Uxbridge Station to Heathrow Terminals 1,2,3
Thursday November 21st 2013
Uxbridge Bus Station (there is a garage with some emergency
vehicles tucked into a corner also) is usually pretty busy with passengers
waiting for the wealth of buses on offer and today was no exception with 12 of
us on board the U3 right from the start. The Underground Station is Grade 2
listed but the back exit to the buses is the less decorative approach.
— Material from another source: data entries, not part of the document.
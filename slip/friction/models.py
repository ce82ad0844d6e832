"""Which mechanical model serves a joint under a load, and the model itself: points over the pressure patches, or strips in lap."""

from __future__ import annotations

from collections.abc import Callable
from dataclasses import field

import numpy as np

from slip.base.records import record
from slip.friction.compliance.protocol import Compliance
from slip.friction.compliance.springs import Springs
from slip.friction.faces import FaceStiffness, plate_shear
from slip.friction.march.face import Face
from slip.joint.joint import Joint
from slip.joint.plates import Plate, Rectangle
from slip.pressure.patch import Patch, from_profile

Array = np.ndarray
ALONG = 0.01  # shear across, or moment over shear times length, up to this part of the shear counts as along the strips
CELLS = 240  # of a strip model along the overlap
FINE = 40, 360  # rings and points around a patch that is laid out over the cells
LEAST_COVER = 1e-6  # cells without contact carry nothing; their layer only has to be finite
AXES = {"left": 0, "right": 0, "bottom": 1, "top": 1}
THIN, SLENDER = (
    0.4,
    16.0,
)  # omega t up to which, and length over thickness from which, strips agree with elements (tests/converge)
WIDE = 4.0  # patch diameter over thickness from which the shear of a plate falls about linearly through it (practice)


@record(eq=False)
class Built:
    """A model at given clamps: compliance, the face's rigid motions, and press(clamp (n,) [N]) -> pressure (*field) [MPa] on its points."""

    compliance: Compliance
    face: Face
    press: Callable[[Array], Array]


@record(eq=False)
class Model:
    """A model by name, why it was chosen and what its range says; `faces` shares the load between parallel faces.

    build(clamp (n,), reading): the model at clamps [N] and one reading of the face's stiffness.
    load(shear and moment (3,)): the model's load.
    """

    name: str
    why: str
    faces: int
    build: Callable[[Array, int], Built]
    load: Callable[[Array], Array]
    length: float = 0.0
    notes: tuple[str, ...] = field(default=())


def choose(joint: Joint, patch: Patch, stiffness: FaceStiffness, load: Array, clamp: Array) -> Model:
    """The model for one load (Vx, Vy, Mz at the centroid) [N, N mm]; clamp (n,) [N] is only asked for what the range says."""
    lap = _lap(joint, load)
    if lap is not None:
        return _strips(joint, patch, stiffness, lap, clamp)
    return _points(joint, patch, stiffness)


# Points over the pressure patches: plates rigid in their plane


def _points(joint: Joint, patch: Patch, stiffness: FaceStiffness) -> Model:
    arms, n, m = joint.pattern.arms, joint.pattern.count, len(patch.shares)
    points = (arms[:, None, :] + patch.points).reshape(n * m, 2)
    owner = np.repeat(np.arange(n), m)
    # Pressure at every point per newton of every bolt's clamp; patches of neighbours may overlap, and pressures add.
    distance = np.hypot(*(points[:, None, :] - arms).transpose(2, 0, 1))
    unit = patch.pressure(distance)
    unit[np.arange(n * m), owner] = np.tile(patch.density, n)
    area = np.tile(patch.areas, n)
    faces = joint.interface.parallel_faces
    shear = plate_shear(joint)

    def press(clamp: Array) -> Array:
        return unit @ clamp

    def build(clamp: Array, reading: int) -> Built:
        pressure = press(clamp)
        own = unit[np.arange(n * m), owner] * clamp[owner]
        touching = own > 0
        share = np.where(touching, own / np.where(touching, pressure, 1.0), 1e-9)  # of the area, where patches overlap
        layer = np.where(touching, stiffness.at(pressure, reading), np.inf)
        bulk = np.full(n * m, 1.0 / shear if shear else np.inf)
        compliance = Springs(bulk, area * share, components=2, layer=layer)
        return Built(compliance, Face(2, points.T.copy()), lambda clamp: np.where(touching, press(clamp), 0.0))

    return Model(
        "points over the pressure patches",
        "plates rigid in plane; load not along two lapped plates with outlines and load edges",
        faces,
        build,
        lambda load: load / faces,
        notes=_patch_range(joint, patch),
    )


def _patch_range(joint: Joint, patch: Patch) -> tuple[str, ...]:
    """What the range of t/(3G) says for patches: meant for a face that is wide against its plates."""
    thickest = max(plate.thickness for plate in joint.plates[:2])
    if 2 * patch.contact_radius >= WIDE * thickest:
        return ()
    wide, say = 2 * patch.contact_radius, joint.system.say
    return (
        f"a plate of {say(thickest, 'length')} under patches {say(wide, 'length')} wide: its own give is only roughly counted",
    )


# Two plates in lap, pulled along their length


@record
class Lap:
    """Two strips: axis 0 or 1 along the pull, ends of the overlap and width [mm], EA [N], thickness shear [mm/MPa], shares of the load."""

    axis: int
    start: float
    stop: float
    width: float
    EA: tuple[float, float]
    shear: float
    thickness: float
    halves: int


def _lap(joint: Joint, load: Array) -> Lap | None:
    """The lap that the file describes when this load pulls along it, else None."""
    plates, faces = joint.plates, joint.interface.parallel_faces
    double = len(plates) == 3 and faces == 2 and _alike(plates[0], plates[2])
    if not (double or (len(plates) == 2 and faces == 1)):
        return None
    pair = plates[:2]
    if any(p.material is None or not isinstance(p.outline, Rectangle) or not p.load_edge for p in pair):
        return None
    axis = AXES[pair[0].load_edge]
    if axis != AXES[pair[1].load_edge] or pair[0].load_edge == pair[1].load_edge:
        return None
    spans = [_span(p, axis) for p in pair]
    sides = [_span(p, 1 - axis) for p in pair]
    start, stop = max(s[0] for s in spans), min(s[1] for s in spans)
    width = min(s[1] for s in sides) - max(s[0] for s in sides)
    if stop <= start or width <= 0 or abs(load[1 - axis]) > ALONG * abs(load[axis]):
        return None
    if load[axis] == 0 or abs(load[2]) > ALONG * abs(load[axis]) * (stop - start):
        return None
    half = 0.5 if double else 1.0  # the middle plate of a double lap works half for either face
    inner = half * pair[1].thickness
    EA = tuple(
        p.material.youngs_modulus * t * (side[1] - side[0])
        for p, t, side in zip(pair, (pair[0].thickness, inner), sides, strict=True)
        if p.material is not None
    )
    first, second = (EA[0], EA[1]) if pair[0].load_edge in ("right", "top") else (EA[1], EA[0])
    return Lap(axis, start, stop, width, (first, second), plate_shear(joint), max(pair[0].thickness, inner), faces)


def _alike(first: Plate, second: Plate) -> bool:
    return (first.thickness, first.material, first.outline, first.load_edge) == (
        second.thickness,
        second.material,
        second.outline,
        second.load_edge,
    )


def _span(plate: Plate, axis: int) -> tuple[float, float]:
    """Ends of a rectangular outline along an axis."""
    o = plate.outline
    assert isinstance(o, Rectangle)
    return ((o.x0, o.x1), (o.y0, o.y1))[axis]


def _strips(joint: Joint, patch: Patch, stiffness: FaceStiffness, lap: Lap, clamp: Array) -> Model:
    from slip.friction.compliance.strips import Strips  # brings a band solver; only a lap pays for it

    length = lap.stop - lap.start
    along = joint.pattern.positions[:, lap.axis]
    unit, cover = _line_density(along, patch, lap, length)

    def press(clamp: Array) -> Array:
        return unit @ clamp

    def build(clamp: Array, reading: int) -> Built:
        pressure = press(clamp)
        least = 1e-6 * pressure.max()  # cells without pressure carry nothing; their layer only has to be finite
        layer = stiffness.at(np.maximum(pressure, least), reading)
        if stiffness.value is not None:  # it acts where the plates touch, not over the whole width
            layer = layer * np.maximum(cover, LEAST_COVER)
        shear = lap.shear
        compliance = Strips(length, lap.width, CELLS, lap.EA, layer=layer, shear=shear)
        return Built(compliance, Face(1), press)

    return Model(
        "shear-lag strips",
        "two plates in lap, pulled along their length",
        lap.halves,
        build,
        lambda load: load[lap.axis : lap.axis + 1] / lap.halves,
        length,
        _lap_range(stiffness, lap, unit, clamp),
    )


def _line_density(along: Array, patch: Patch, lap: Lap, length: float) -> tuple[Array, Array]:
    """Pressure [MPa] in every cell, mean over the width, per newton of every bolt's clamp: (CELLS, n); part of each cell's width that
    the patches cover, (CELLS,)."""
    fine = from_profile(patch.radii, patch.profile, *FINE)
    places = along[:, None] + fine.points[:, lap.axis] - lap.start
    cells = np.clip((places / length * CELLS).astype(int), 0, CELLS - 1)
    unit, cover = np.zeros((CELLS, len(along))), np.zeros(CELLS)
    cell = lap.width * length / CELLS
    for bolt, row in enumerate(cells):
        unit[:, bolt] = np.bincount(row, weights=fine.shares, minlength=CELLS) / cell
        cover += np.bincount(row, weights=fine.areas, minlength=CELLS) / cell
    return unit, np.minimum(cover, 1.0)


def _lap_range(stiffness: FaceStiffness, lap: Lap, unit: Array, clamp: Array) -> tuple[str, ...]:
    """What the range of strips with t/(3G) says: slender laps whose shear decays over more than two thicknesses."""
    pressure = unit @ clamp
    k_t = float(stiffness.at(pressure[pressure > 0], 1).mean())
    k = k_t / (1 + k_t * lap.shear) * lap.width
    omega_t = float(np.sqrt(k * (1 / lap.EA[0] + 1 / lap.EA[1]))) * lap.thickness
    notes = []
    if omega_t > THIN:
        notes.append(f"omega t = {omega_t:.2g} is above {THIN:g}: true slip and energy are off by more than 10 %")
    if lap.stop - lap.start < SLENDER * lap.thickness:
        notes.append(f"the lap is shorter than {SLENDER:g} thicknesses: true slip and energy are off by more than 10 %")
    return tuple(notes)
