"""Which mechanical model serves a face under a load, and why."""

from __future__ import annotations

from collections.abc import Callable
from functools import partial

import numpy as np

from slip.friction import model_points
from slip.friction.faces import ALONG, Faced, FaceStiffness, lap_of, plate_shear, thicknesses
from slip.friction.model import RIM_SAID, Model
from slip.joint.contact import PressedFace
from slip.joint.joint import Joint
from slip.joint.plates import Rectangle, Ring
from slip.pressure.patch import Patch, from_profile

Array = np.ndarray
ACROSS = 32  # points along each side of a rectangle that is pressed evenly
RINGS, AROUND = 12, 72  # of a ring that is pressed evenly
RUN_OUT = 0.1  # of the largest pressure; an edge with less is one where it runs out
NOT_ALONG = "load not along two lapped plates with outlines and load edges"


def choose(
    joint: Joint, patch: Patch, stiffness: FaceStiffness, load: Array, clamp: Array, without_rim: bool = False
) -> Model:
    """The model for one load (Vx, Vy, Mz at the centroid) [N, N mm]; clamp (n,) [N] is only asked for what the range says.

    A constant stiffness has no first slip of its own where the pressure runs out: there the rim is left out. without_rim: for any
    stiffness, so that they compare.
    Strips for a lap that is pulled along, half-spaces for plates thicker than a patch is wide, points for all others.
    """
    lap = lap_of(joint, load)
    runs_out = stiffness.value is not None and patch.profile[-1] < RUN_OUT * patch.profile.max()
    rim = (RIM_SAID,) if runs_out else ()
    runs_out = runs_out or without_rim
    if lap is not None:
        from slip.friction import model_strips  # brings a band solver; only a lap pays for it

        laid = partial(model_strips.of_patches, joint.pattern.positions, patch, lap, runs_out)
        return model_strips.strips(lap, laid, stiffness, clamp, rim)
    width, notes = 2 * patch.contact_radius, rim
    if thick(joint, width):
        from slip.friction import model_blocks  # brings SciPy's transforms; only thick blocks pay for them

        grid = model_blocks.of_patches(joint.pattern.arms, patch)
        if grid is not None:
            return model_blocks.blocks(joint, grid, stiffness, notes)
        notes = (
            *rim,
            "thick blocks, yet too many cells between far bolts: each point yields for itself",
        )
    arms = joint.pattern.arms
    points = model_points.of_patches(arms, patch, runs_out)
    stretch = _stretch(joint, points, load, lambda to: float(np.ptp(arms @ to)) + width)
    return _points(model_points.PATCHES, joint, points, stiffness, width, notes, stretch)


def choose_face(face: PressedFace, stiffness: FaceStiffness, load: Array) -> Model:
    """The model of a face that is pressed evenly; load at the middle of the face. The one clamp is the force that presses it."""
    lap = lap_of(face, load)
    if lap is not None:
        from slip.friction import model_strips  # as above

        return model_strips.strips(lap, partial(model_strips.even, lap), stiffness, np.array([face.force]))
    if thick(face, face.width):
        from slip.friction import model_blocks  # as above

        overlap = face.overlap
        if isinstance(overlap, Rectangle):
            grid = model_blocks.of_rectangle(overlap)
        else:
            found = model_blocks.of_patches(np.zeros((1, 2)), _ring(face))
            assert found is not None, "one patch has few cells"
            grid = found
        return model_blocks.blocks(face, grid, stiffness, ())
    points, o = over(face), face.overlap
    sides = np.array([o.x1 - o.x0, o.y1 - o.y0]) if isinstance(o, Rectangle) else None
    stretch = _stretch(face, points, load, lambda to: face.width if sides is None else float(np.abs(to) @ sides))
    return _points(model_points.FACE, face, points, stiffness, face.width, (), stretch)


def thick(joint: Faced, width: float) -> bool:
    """Whether both plates at the face are thicker than the face is wide [mm], and their own give counts.

    From there on a half-space yields less than t/(3G): under even traction a round one of width d yields by 0.36 d/G in the mean.
    """
    return joint.interface.plate_shear and all(t > width for t in thicknesses(joint))


def over(face: PressedFace) -> model_points.Points:
    """Points over a face that is pressed evenly, from its middle."""
    if isinstance(face.overlap, Rectangle):
        o, inside = face.overlap, (np.arange(ACROSS) + 0.5) / ACROSS - 0.5
        x, y = np.meshgrid(inside * (o.x1 - o.x0), inside * (o.y1 - o.y0), indexing="ij")
        places, areas = np.stack([x.ravel(), y.ravel()], axis=-1), np.full(x.size, face.area / x.size)
    else:
        patch = _ring(face)
        places, areas = patch.points, patch.areas * (face.area / patch.areas.sum())
    return model_points.Points(
        places, areas, np.zeros(len(areas), dtype=int), np.full((len(areas), 1), 1 / face.area), 1 / face.area
    )


def _ring(face: PressedFace) -> Patch:
    """A ring-shaped face as a patch of even pressure."""
    assert not isinstance(face.overlap, Rectangle)
    radii = np.array([face.overlap.inner_diameter, face.overlap.outer_diameter]) / 2
    return from_profile(radii, np.ones(2), RINGS, AROUND)


def _stretch(joint: Faced, laid: model_points.Points, load: Array, extent: Callable[[Array], float]) -> float:
    """The most [mm] by which the faces move at some place of real plates beyond what rigid ones do: F L/EA of the softer plate.

    F: sum of the shears of equal springs on the points, of one face. L: extent of what is pressed along the shear, extent(direction
    (2,)); its diagonal where the load turns. EA: over the plate's width across, but no more than a force spreads to on its way.
    Each plate carries no more than F at any place, and somewhere the faces move no more than rigid plates would (derived).
    """
    force = float(np.hypot(*load[:2]))
    to = load[:2] / force if force else np.array([1.0, 0.0])
    away = np.array([-to[1], to[0]])
    length, across = extent(to), extent(away)
    turns = abs(load[2]) > ALONG * force * length
    if turns:
        x, y = (extent(axis) for axis in np.eye(2))
        length, across = float(np.hypot(x, y)), min(x, y)
    around = np.stack([-laid.places[:, 1], laid.places[:, 0]], axis=-1)
    spread = load[:2] / laid.areas.sum() + load[2] * around / max(laid.areas @ (laid.places**2).sum(axis=1), 1e-300)
    F = float(laid.areas @ np.hypot(*spread.T)) / joint.interface.parallel_faces
    softest = 0.0
    for plate, t in zip(joint.plates[:2], thicknesses(joint), strict=True):
        assert plate.material is not None
        wide = across
        if plate.outline is not None:
            wide = min(_section(plate.outline, None if turns else away), across + length)
        softest = max(softest, 1 / (plate.material.youngs_modulus * t * wide))
    return F * length * softest


def _section(outline: Rectangle | Ring, along: Array | None) -> float:
    """Length [mm] of a section through the middle of an outline along a direction, the least of all for None."""
    if isinstance(outline, Ring):
        return outline.outer_diameter - outline.inner_diameter
    sides = np.array([outline.x1 - outline.x0, outline.y1 - outline.y0])
    return float(sides.min() if along is None else (sides / np.maximum(np.abs(along), 1e-12)).min())


def _points(
    name: str,
    joint: Faced,
    laid: model_points.Points,
    stiffness: FaceStiffness,
    width: float,
    notes: tuple[str, ...],
    stretch: float,
) -> Model:
    """Points, with what the range of t/(3G) says: meant for a face that is wide against its plates."""
    why = f"plates rigid in plane; {NOT_ALONG}"
    thickest = max(thicknesses(joint))
    if width < model_points.WIDE * thickest:
        say = joint.system.say
        patches = f"{say(thickest, 'length')} under patches {say(width, 'length')} wide"
        notes = (*notes, f"a plate of {patches}: its own give is only roughly counted")
    faces = joint.interface.parallel_faces
    return model_points.points(name, laid, stiffness, plate_shear(joint), faces, why, notes, stretch)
Uxbridge was formerly known as a ‘coaching stop’ – the four
horse variety – which might account for the number of routes which still pass
through here. Additonally, there are two rivers (the Colne and the Fraye) plus
the Grand Union Canal. Nowadays several large companies seem to favour it as a
location for their company HQs and there are numerous modern office blocks,
mainly occupied, as you leave Uxbridge via a series of roundabouts. Close to the Civic Suite an empty office
block sported a large ‘NO TO HS2’ banner, a controversy we have already alluded
to.
On the other side of the road there was a small water
feature; as it happens the River Pinn seems to run through the middle of the
campus but this was just an ornamental pond. The U3 is the only route to
approach from this side.
Abandoning our students to their studies or whatever we
returned to the residential streets of Cowley and Pield Heath (No that is NOT a
misprint for Field). Jo was puzzled
that the area seemed to be called Cowley (are we in Oxford?) but this name
seems to refer to an area closer to the canal.
Just after the historic St Lawrence Church Jo saw a sign for the Robbie
Bell Bridge which does actually cross the River Pinn. Quite who he was I have not been able to find out.
Nor am I any the wiser as to who Margaret Jo Larkin might
have been to have a pedestrian crossing named for her – as it was just by the
main entrance to Hillingdon Hospital maybe she was a long serving hospital
employee? Anyway, we shed and gained
passengers in just about equal measure at the hospital and the U3 shadows the
U1 in taking a right hand route down Violet Avenue (and all the pink and
purpley roads as well).
Yiewsley and West Drayton kind of blend, with the former
having the canal as its focus and origin and West Drayton clinging more to the
mainline railway. Yiewsley High Street is still very popular with bus users
though perhaps struggling a little since the large Morrisons store
arrived. We liked ‘Hairport’ which
showed good local loyalty though ‘Ladycare School of Driving’ suggested they
had diverted via the pharmacy and beauty counters…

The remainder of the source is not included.